The stock market continues to churn higher, with the S&P 500 and Nasdaq finally giving bulls a rally they can savor for more than one or two trading sessions. With that in mind, traders who caught some of that upside may want to think about reducing their risk. Here are the top stock trades we’re watching for Friday.
Top Stock Trades for Tomorrow #1: Bank of America (BAC)
Yesterday, it was JPMorgan Chase & Co (NYSE:JPM), today it’s Bank of America Corp (NYSE:BAC). Shares continued to rally as many big banks still look good. $29 held as support and BAC is back above the 100-day and 200-day moving average.
Consolidation above these two moving averages would be best, so BAC can get the “rest” that it needs to retest its highs near $32.50.
Top Stock Trades for Tomorrow #2: PayPal (PYPL)
PayPal Holdings Inc (NASDAQ:PYPL) has been on a heck of a rally over the past week. While it’s not overbought yet according to the RSI and momentum still favors the bulls (blue circles), short-term traders may want to consider taking some profits off the table.
With support holding between $70 and $73 along with the 200-day moving average, PYPL has been on a powerful rebound. However, upside could be limited unless shares can puncture through downtrend resistance.
Over this level (blue line) and bulls could have a breakout to feast on. Be careful though, because PYPL may need to rest first before doing so.
General Electric Company (NYSE:GE) could…be…bottoming?

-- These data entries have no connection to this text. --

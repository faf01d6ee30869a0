package mesh

import (
	"math"
	"math/rand/v2"
	"sort"
	"strings"
	"testing"

	"gonum.org/v1/gonum/spatial/r3"
)

// bruteDistance is the distance from p to m by visiting every triangle.
func bruteDistance(m *Mesh, p r3.Vec) float64 {
	best := math.Inf(1)
	for tr := range m.Triangles {
		a, b, c := m.Corners(tr)
		best = math.Min(best, r3.Norm2(r3.Sub(p, closestOnTriangle(p, a, b, c))))
	}
	return math.Sqrt(best)
}

// TestTreeDistance compares the point–mesh distance through the hierarchy
// with every triangle visited (the same closest-point routine, so they must
// agree exactly), and with the distance from a point to an axis-aligned box,
// sqrt(Σ max(0, |pᵢ| - hᵢ)²) outside it and min(hᵢ - |pᵢ|) inside (elementary
// geometry), which the box mesh represents exactly: agreement to 1e-14.
func TestTreeDistance(t *testing.T) {
	rng := rand.New(rand.NewPCG(3, 4))
	sphere, err := Sphere(1, 0.2)
	if err != nil {
		t.Fatal(err)
	}
	sphere = sphere.Translate(r3.Vec{X: 0.3, Y: -0.2, Z: 0.1})
	st := NewTree(sphere)
	for k := 0; k < 300; k++ {
		p := randVec(rng, 3)
		if got, want := st.Distance(p), bruteDistance(sphere, p); got != want {
			t.Fatalf("point %v: tree distance %v, brute force %v", p, got, want)
		}
	}
	half := r3.Vec{X: 0.5, Y: 1, Z: 1.5}
	box, err := Box(r3.Scale(2, half), 0.3)
	if err != nil {
		t.Fatal(err)
	}
	bt := NewTree(box)
	for k := 0; k < 300; k++ {
		p := randVec(rng, 3)
		out := r3.Vec{X: math.Max(0, math.Abs(p.X)-half.X), Y: math.Max(0, math.Abs(p.Y)-half.Y), Z: math.Max(0, math.Abs(p.Z)-half.Z)}
		want := r3.Norm(out)
		if want == 0 {
			want = math.Min(half.X-math.Abs(p.X), math.Min(half.Y-math.Abs(p.Y), half.Z-math.Abs(p.Z)))
		}
		if got := bt.Distance(p); math.Abs(got-want) > 1e-14 {
			t.Fatalf("point %v: distance to the box %v, want %v", p, got, want)
		}
	}
	if d := NewTree(&Mesh{}).Distance(r3.Vec{}); !math.IsInf(d, 1) {
		t.Errorf("empty tree: distance %v, want +Inf", d)
	}
	if d := bt.Distance(r3.Vec{X: math.NaN()}); !math.IsNaN(d) {
		t.Errorf("NaN point: distance %v, want NaN", d)
	}
}

// TestGradingSizeFunc evaluates the grading above the top face of a large
// plate, where the distance to the plate is the height z above it
// (elementary geometry), against h = min(Far, Near + Growth·(z - dmin)) to
// rounding (1e-15 relative).
func TestGradingSizeFunc(t *testing.T) {
	plate, err := Plate(100, 100, 1, 10)
	if err != nil {
		t.Fatal(err)
	}
	plate = plate.Translate(r3.Vec{Z: -0.5}) // top face at z = 0
	others := []*Tree{NewTree(plate)}
	cases := []struct {
		g    Grading
		dmin float64
		z    float64
		want float64
	}{
		{Grading{Near: 0.05, Far: 0.5}, 0.1, 0.1, 0.05},                  // at the gap
		{Grading{Near: 0.05, Far: 0.5}, 0.1, 0.3, 0.05 + 0.5*0.2},        // default growth 0.5
		{Grading{Near: 0.05, Far: 0.5}, 0.1, 2, 0.5},                     // capped at Far
		{Grading{Near: 0.05, Far: 0.5}, 0.1, 0.02, 0.05},                 // closer than dmin: Near
		{Grading{Near: 0.01, Far: 1, Growth: 0.2}, 0.1, 1.1, 0.01 + 0.2}, // own growth
		{Grading{Near: 0.2, Far: 0.2}, 0.1, 0.5, 0.2},                    // uniform
	}
	for _, c := range cases {
		got := c.g.SizeFunc(others, c.dmin)(r3.Vec{X: 1.3, Y: -2.1, Z: c.z})
		if math.Abs(got-c.want) > 1e-15*c.want {
			t.Errorf("%+v, dmin %g, height %g: size %v, want %v", c.g, c.dmin, c.z, got, c.want)
		}
	}
	if got := (Grading{Near: 0.1, Far: 0.7}).SizeFunc(nil, 1)(r3.Vec{}); got != 0.7 {
		t.Errorf("no other bodies: size %v, want Far", got)
	}
}

func TestGradingValidate(t *testing.T) {
	cases := []struct {
		g    Grading
		want string // "" for valid
	}{
		{Grading{Near: 0.1, Far: 1}, ""},
		{Grading{Near: 1, Far: 1, Growth: 2}, ""},
		{Grading{Near: 0, Far: 1}, "near size 0"},
		{Grading{Near: math.NaN(), Far: 1}, "near size NaN"},
		{Grading{Near: 0.1, Far: math.Inf(1)}, "far size +Inf"},
		{Grading{Near: 0.5, Far: 0.1}, "far must be at least near"},
		{Grading{Near: 0.1, Far: 1, Growth: -1}, "growth -1"},
	}
	for _, c := range cases {
		err := c.g.Validate()
		switch {
		case c.want == "" && err != nil:
			t.Errorf("%+v: %v", c.g, err)
		case c.want != "" && (err == nil || !strings.Contains(err.Error(), c.want)):
			t.Errorf("%+v: error %v, want one saying %q", c.g, err, c.want)
		}
	}
	if _, err := GradedSphere(1, Grading{Near: 0.5, Far: 0.1}, nil); err == nil || !strings.Contains(err.Error(), "graded sphere") {
		t.Errorf("GradedSphere with a bad grading: %v", err)
	}
}

// sphereOverPlate is a unit sphere at the origin above a 6×6×0.5 plate whose
// top face is at z = -(1 + gap).
func sphereOverPlate(t testing.TB, gap float64) (plate *Mesh, others []*Tree) {
	t.Helper()
	p, err := Plate(6, 6, 0.5, 1)
	if err != nil {
		t.Fatal(err)
	}
	p = p.Translate(r3.Vec{Z: -(1 + gap + 0.25)})
	return p, []*Tree{NewTree(p)}
}

// TestGradedSphereOverPlate grades a unit sphere towards a plate at gap
// d = 0.1 with Near = d/2 (common practice: h ≤ d/2 at the closest
// approach) and Far = 0.4. Checked: the mesh is valid and every triangle
// meets the grading at its centroid; the triangle nearest the plate is at
// most Near·1.05 (its centroid lies less than h²/R above the lowest point,
// where the grading has grown by at most 0.5·h²/R = 0.05 Near); every
// vertex lies on the sphere (1e-15); the upper half, at least 1 + d from the
// plate, where the grading asks for Far, has a median edge above 4·Near; and
// the mesh has several times fewer triangles than the uniform icosphere at
// Near (the ratio is logged).
func TestGradedSphereOverPlate(t *testing.T) {
	const d = 0.1
	g := Grading{Near: d / 2, Far: 0.4}
	_, others := sphereOverPlate(t, d)
	size := g.SizeFunc(others, d)
	m, err := GradedSphere(1, g, size)
	if err != nil {
		t.Fatal(err)
	}
	requireRefined(t, m, g.clamp(size))
	for i, v := range m.Vertices {
		if math.Abs(r3.Norm(v)-1) > 1e-15 {
			t.Fatalf("vertex %d at radius %v", i, r3.Norm(v))
		}
	}
	nearest, sNear := -1, math.Inf(1)
	var upper []float64
	for tr := range m.Triangles {
		c := m.Centroid(tr)
		if s := others[0].Distance(c); s < sNear {
			nearest, sNear = tr, s
		}
		if c.Z > 0 {
			upper = append(upper, m.Diameter(tr))
		}
	}
	if h := m.Diameter(nearest); h > 1.05*g.Near {
		t.Errorf("triangle %d nearest the plate (centroid %.4g from it) has longest edge %.4g > 1.05·Near", nearest, sNear, h)
	}
	sort.Float64s(upper)
	if med := upper[len(upper)/2]; med < 4*g.Near || upper[len(upper)-1] > g.Far {
		t.Errorf("upper half: median edge %.3g (want > 4·Near = %.3g), largest %.3g (want ≤ Far %.3g)", med, 4*g.Near, upper[len(upper)-1], g.Far)
	}
	uniform, err := Sphere(1, g.Near)
	if err != nil {
		t.Fatal(err)
	}
	ratio := float64(len(uniform.Triangles)) / float64(len(m.Triangles))
	t.Logf("%s: %d triangles, uniform icosphere at Near: %d (%.1f times more)", m.Name, len(m.Triangles), len(uniform.Triangles), ratio)
	if ratio < 3 {
		t.Errorf("graded mesh only %.2f times smaller than the uniform one", ratio)
	}
}

// TestGradedShapes builds graded boxes, plates and cylinders towards a
// sphere and checks them like every refined mesh. Flat shapes keep their
// exact volume and area (to rounding, 1e-12 relative); on the cylinder every
// vertex stays on the surface: side and rim at the radius, caps in their
// planes (1e-12 relative), and the rim vertices, bent onto the circle,
// bring the volume closer to πR²H than the base mesh's (an inscribed
// polygon falls short of the circle, elementary geometry).
func TestGradedShapes(t *testing.T) {
	ball, err := Sphere(0.5, 0.1)
	if err != nil {
		t.Fatal(err)
	}
	g := Grading{Near: 0.03, Far: 0.5}
	t.Run("box", func(t *testing.T) {
		tree := NewTree(ball.Translate(r3.Vec{X: 1.2}))
		m, err := GradedBox(r3.Vec{X: 2, Y: 1, Z: 1}, g, g.SizeFunc([]*Tree{tree}, 0.2))
		if err != nil {
			t.Fatal(err)
		}
		requireRefined(t, m, g.clamp(g.SizeFunc([]*Tree{tree}, 0.2)))
		s := m.Stats()
		if math.Abs(s.Volume-2) > 1e-12*2 || math.Abs(s.Area-10) > 1e-12*10 {
			t.Errorf("%s: area %v, volume %v; want 10, 2", m.Name, s.Area, s.Volume)
		}
		t.Logf("%s: %d triangles", m.Name, s.Triangles)
	})
	t.Run("plate", func(t *testing.T) {
		tree := NewTree(ball.Translate(r3.Vec{Z: 0.05 + 0.1 + 0.5}))
		size := g.SizeFunc([]*Tree{tree}, 0.1)
		m, err := GradedPlate(3, 3, 0.1, g, size)
		if err != nil {
			t.Fatal(err)
		}
		requireRefined(t, m, g.clamp(size))
		s := m.Stats()
		if math.Abs(s.Volume-0.9) > 1e-12*0.9 || math.Abs(s.Area-(18+1.2)) > 1e-12*19.2 {
			t.Errorf("%s: area %v, volume %v; want 19.2, 0.9", m.Name, s.Area, s.Volume)
		}
		t.Logf("%s: %d triangles", m.Name, s.Triangles)
	})
	t.Run("cylinder", func(t *testing.T) {
		const R, H = 1.0, 1.5
		// A ball near the top rim, so rim, side and cap all get refined.
		tree := NewTree(ball.Translate(r3.Vec{X: 1.3, Z: 1.2}))
		size := g.SizeFunc([]*Tree{tree}, 0.2)
		m, err := GradedCylinder(R, H, g, size)
		if err != nil {
			t.Fatal(err)
		}
		requireRefined(t, m, g.clamp(size))
		base, err := Cylinder(R, H, g.Far)
		if err != nil {
			t.Fatal(err)
		}
		rim := 0
		for i, v := range m.Vertices {
			rho, cap := math.Hypot(v.X, v.Y), math.Abs(math.Abs(v.Z)-H/2) <= 1e-12
			switch {
			case cap && math.Abs(rho-R) <= 1e-12:
				rim++
			case cap && rho < R:
			case !cap && math.Abs(rho-R) <= 1e-12:
			default:
				t.Fatalf("vertex %d at %v is neither on the side nor in a cap", i, v)
			}
		}
		baseRim := 0
		for _, v := range base.Vertices {
			if math.Abs(math.Abs(v.Z)-H/2) <= 1e-12 && math.Abs(math.Hypot(v.X, v.Y)-R) <= 1e-12 {
				baseRim++
			}
		}
		exact := math.Pi * R * R * H
		v0, v1 := base.Volume(), m.Volume()
		t.Logf("%s: %d triangles, %d rim vertices (base %d), volume error %.3e -> %.3e", m.Name, len(m.Triangles), rim, baseRim, 1-v0/exact, 1-v1/exact)
		if rim <= baseRim {
			t.Errorf("the rim was not refined: %d vertices, base %d", rim, baseRim)
		}
		if !(v1 > v0 && v1 < exact) {
			t.Errorf("volume %v: want between the base mesh's %v and πR²H = %v", v1, v0, exact)
		}
	})
}

// TestCylinderProjector checks the projections at points whose images are
// known exactly; 1e-15 allows the rounding of one division and square root.
func TestCylinderProjector(t *testing.T) {
	p := CylinderProjector(2, 1)
	cases := []struct{ in, want r3.Vec }{
		{r3.Vec{X: 1, Y: 1, Z: 0.3}, r3.Vec{X: math.Sqrt2, Y: math.Sqrt2, Z: 0.3}}, // side: radial
		{r3.Vec{X: 1, Y: 1, Z: 1}, r3.Vec{X: 1, Y: 1, Z: 1}},                       // cap: stays
		{r3.Vec{X: 0.5, Z: -1}, r3.Vec{X: 0.5, Z: -1}},                             // cap: stays
		{r3.Vec{Z: 0.2}, r3.Vec{Z: 0.2}},                                           // axis: stays
	}
	for _, c := range cases {
		if got := p(c.in); r3.Norm(r3.Sub(got, c.want)) > 1e-15 {
			t.Errorf("%v -> %v, want %v", c.in, got, c.want)
		}
	}
	s := SphereProjector(r3.Vec{X: 1}, 2)
	if got := s(r3.Vec{X: 1, Y: 0.5}); got != (r3.Vec{X: 1, Y: 2}) {
		t.Errorf("sphere projection %v", got)
	}
}

// bruteCoarse is CoarseNear's rule evaluated by visiting every pair of
// triangles: near means within 3·gap of the plate, coarse means a longest
// edge above max(gap, s)/2 with s the centroid's distance.
func bruteCoarse(m, other *Mesh, gap float64) map[int]bool {
	out := make(map[int]bool)
	for tr := range m.Triangles {
		h := m.Diameter(tr)
		s := bruteDistance(other, m.Centroid(tr))
		if !(h > 0.5*math.Max(gap, s)*(1+1e-12)) {
			continue
		}
		a, b, c := m.Corners(tr)
		ta := [3]r3.Vec{a, b, c}
		near := false
		for o := range other.Triangles {
			p, q, r := other.Corners(o)
			tb := [3]r3.Vec{p, q, r}
			if d2, _, _ := triangleDistance(&ta, &tb); d2 < 9*gap*gap {
				near = true
				break
			}
		}
		if near {
			out[tr] = true
		}
	}
	return out
}

// TestCoarseNear: a coarse sphere above a plate at gap 0.1 has triangles
// near the closest approach larger than half the gap (common practice:
// h ≤ d/2 there); CoarseNear must find exactly those of the rule evaluated by
// brute force, name them in the summary, and find none once the sphere is
// graded with Near = d/2, nor on a uniform sphere of edges below d/2.
func TestCoarseNear(t *testing.T) {
	const d = 0.1
	plate, others := sphereOverPlate(t, d)
	coarse, err := Sphere(1, 0.4)
	if err != nil {
		t.Fatal(err)
	}
	cs := CoarseNear(coarse, others, d)
	want := bruteCoarse(coarse, plate, d)
	if len(cs) == 0 || len(cs) != len(want) {
		t.Fatalf("found %d coarse triangles, brute force %d", len(cs), len(want))
	}
	nearest, sNear := -1, math.Inf(1)
	for tr := range coarse.Triangles {
		if s := bruteDistance(plate, coarse.Centroid(tr)); s < sNear {
			nearest, sNear = tr, s
		}
	}
	found := false
	for _, c := range cs {
		if !want[c.Triangle] {
			t.Errorf("%v: not coarse by the brute-force rule", c)
		}
		if c.Centroid != coarse.Centroid(c.Triangle) || c.Size != coarse.Diameter(c.Triangle) || c.Distance != bruteDistance(plate, c.Centroid) {
			t.Errorf("%v: wrong centroid, size or distance", c)
		}
		found = found || c.Triangle == nearest
	}
	if !found {
		t.Errorf("triangle %d nearest the plate not reported", nearest)
	}
	sum := CoarseSummary(cs, d)
	t.Log(sum)
	for _, w := range []string{"triangles near the closest approach are larger than half the local gap (smallest gap 0.1)", "largest 0.", "refine with mesh_size {near: 0.05, far: 0."} {
		if !strings.Contains(sum, w) {
			t.Errorf("summary %q does not say %q", sum, w)
		}
	}
	if strings.Contains(sum, "\n") {
		t.Errorf("summary spans several lines: %q", sum)
	}
	if !strings.HasPrefix(cs[0].String(), "triangle ") {
		t.Errorf("String() = %q", cs[0].String())
	}

	g := Grading{Near: d / 2, Far: 0.4}
	graded, err := GradedSphere(1, g, g.SizeFunc(others, d))
	if err != nil {
		t.Fatal(err)
	}
	if cs := CoarseNear(graded, others, d); len(cs) != 0 {
		t.Errorf("graded sphere (%d triangles): %s; first %v", len(graded.Triangles), CoarseSummary(cs, d), cs[0])
	}
	fine, err := Sphere(1, d/2)
	if err != nil {
		t.Fatal(err)
	}
	if cs := CoarseNear(fine, others, d); len(cs) != 0 {
		t.Errorf("uniform sphere at d/2: %s", CoarseSummary(cs, d))
	}
	if CoarseSummary(nil, d) != "" || CoarseNear(coarse, nil, d) != nil || CoarseNear(coarse, others, 0) != nil {
		t.Error("empty input must give nothing")
	}
}

// BenchmarkRefineGradedSphere grades a unit sphere towards a plate at gap
// R/25 with Near = R/50 and Far = R/4, and reports the triangles made per
// second and their number.
func BenchmarkRefineGradedSphere(b *testing.B) {
	const d = 1.0 / 25
	_, others := sphereOverPlate(b, d)
	g := Grading{Near: d / 2, Far: 0.25}
	size := g.SizeFunc(others, d)
	var n int
	for b.Loop() {
		m, err := GradedSphere(1, g, size)
		if err != nil {
			b.Fatal(err)
		}
		n = len(m.Triangles)
	}
	b.ReportMetric(float64(n)*float64(b.N)/b.Elapsed().Seconds(), "triangles/s")
	b.ReportMetric(float64(n), "triangles")
}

Knock on wood, but the chart is shaping up pretty good. I’ve been a broken record on GE, saying that it’s given us false bottom after false bottom. Eventually I will miss the bottom in this stock and it will go on a strong rebound.
Maybe that time still hasn’t come, but if that’s the case, this is the most convincing false bottom we’ve had in quite some time. Last week we stressed that $14 needed to hold and now at $14.64, GE has done just that.
Over $15 and the 100-day moving average and bulls can make a genuine case for being long this beaten down conglomerate.
Top Stock Trades for Tomorrow #4: iShares Biotech ETF (IBB)
The iShares NASDAQ Biotechnology Index (ETF) (NASDAQ:IBB) gave us a tantalizing false breakout on Thursday. With that said, not all hope is lost.
$100 support remains alive and well, although bulls surely don’t want to see the IBB test it any longer. With a jump to $105, it looked like the IBB was snapping out of its sharp (albeit unsustainable at some point) downtrend resistance.
The move failed though, leaving the IBB in a “put up or shut up” scenario for the next session or two. Failure to push through puts $100 back on the table. If it gets through, it won’t be easy to push on, with the 50-day, 100-day and 200-day moving average all hovering above between $106.50 and $108.50. Further, another downtrend resistance line sits up near $109.
Bears can sell-short the IBB on a break below $100.
After hitting $130 earlier this year, the thought of ever buying J M Smucker Co (NYSE:SJM) at $100 again seemed to require a miracle.
Turns out, we don’t need a miracle at all. We just need the $110 level to fail. Should it do so, there are no significant levels of support for SJM stock before that level.
I don’t know that SJM will break below $110, but should it do so, maybe bears will have something to snack on. Bulls who don’t want to wait for a possible (albeit still unlikely) retest of $100 can get long near current levels. A close below $110 could be a stop-loss, while a target of $130 could be the upside.
Roughly $16 per share in upside and $4 per share in downside — along with a 2.75% dividend yield, if that’s your thing — seems like an attractive risk/reward to me.